═══ SOURCE DATA ═══
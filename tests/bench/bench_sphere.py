"""A permeable sphere at µr = 100 against its closed form, cell size to zero (run by hand: ``python tests/bench/bench_sphere.py [n_max]``; minutes).

The staircase sphere of tests/magnetics/shapes.py (n cubes across, each kept
if its centre lies inside) in a uniform field B0 along z, solved by the
lattice solve of tests/magnetics/lattice.py (render's system, the
package's FFT operator; equal to render's dense solve to 1e-9 of the largest
J, checked in tests/magnetics/test_steel.py), for every n from 8 to n_max
(48 by default, about 6 minutes and 0.4 GB here). Prints per n the cells,
the mean J over the closed form J = 3χ/(3 + χ)·B0 (Jackson, Classical
Electrodynamics, 3rd ed., §5.11) minus one, n times that error, and the wall
time; then least-squares lines in 1/n (Richardson's extrapolation to zero
cell size at first order; Richardson, Phil. Trans. R. Soc. A 210, 307–357,
1911) over n = 16–32 every 4 (the test's levels), 16–n_max and 24–n_max, and
the order between n = 16 and 32.

Measured on 2026-12-03 (2 cores of an Intel Xeon, shared with other work):
the error falls from +7.45 % (n = 8, 280 cells) through +4.99 % (16, 2176),
+2.51 % (32, 17256) to +1.67 % (48, 57856); n·error settles at 0.78–0.82
from n = 24 on; the lines meet 1/n = 0 at −0.06 % (the test's levels),
+0.18 % (16–48) and +0.17 % (24–48); order 0.99 from 16 to 32. The table
is in the docstring of test_permeable_sphere_at_mu_r_100_converges_to_the_closed_form.
Not collected by pytest (no unit test is timed).
"""

from __future__ import annotations

import sys
import time
from pathlib import Path

import numpy as np

ROOT = Path(__file__).resolve().parents[2]
sys.path.insert(0, str(ROOT))
sys.path.insert(0, str(ROOT / "tests"))

from magnetics.lattice import lattice_sphere  # noqa: E402


def line(ns, err):
    """(limit, slope) of the least-squares line err = limit + slope/n."""
    return np.linalg.lstsq(np.c_[np.ones(len(ns)), 1.0 / np.asarray(ns)], err, rcond=None)[0]


def main(n_max: int = 48) -> None:
    chi, b0, radius = 99.0, 0.01, 5e-3
    closed = 3 * chi / (3 + chi) * b0
    err = {}
    print(f"{'n':>3} {'cells':>6} {'J/J_closed - 1':>15} {'n*error':>8} {'s':>6}")
    for n in range(8, n_max + 1):
        t = time.perf_counter()
        j = lattice_sphere(radius, n, chi, b0)
        err[n] = j[:, 2].mean() / closed - 1
        print(f"{n:3d} {len(j):6d} {err[n]:+15.4%} {n * err[n]:8.3f} {time.perf_counter() - t:6.1f}", flush=True)
    for lo, hi, step in ((16, 32, 4), (16, n_max, 1), (24, n_max, 1)):
        ns = [n for n in range(lo, hi + 1, step) if n in err]
        if len(ns) >= 3:
            limit, slope = line(ns, np.array([err[n] for n in ns]))
            print(f"line over n = {lo}-{hi} every {step}: limit {limit:+.2%}, slope {slope:.3f}")
    if 32 in err:
        print(f"order from n = 16 to 32: {np.log(err[16] / err[32]) / np.log(2):.2f}")


if __name__ == "__main__":
    main(int(sys.argv[1]) if len(sys.argv) > 1 else 48)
═══
(YOUR OBJECTIVE): All lines in the records that contain "radius" are to be copied and returned.

(EXPECTED ANSWER):
    chi, b0, radius = 99.0, 0.01, 5e-3
        j = lattice_sphere(radius, n, chi, b0)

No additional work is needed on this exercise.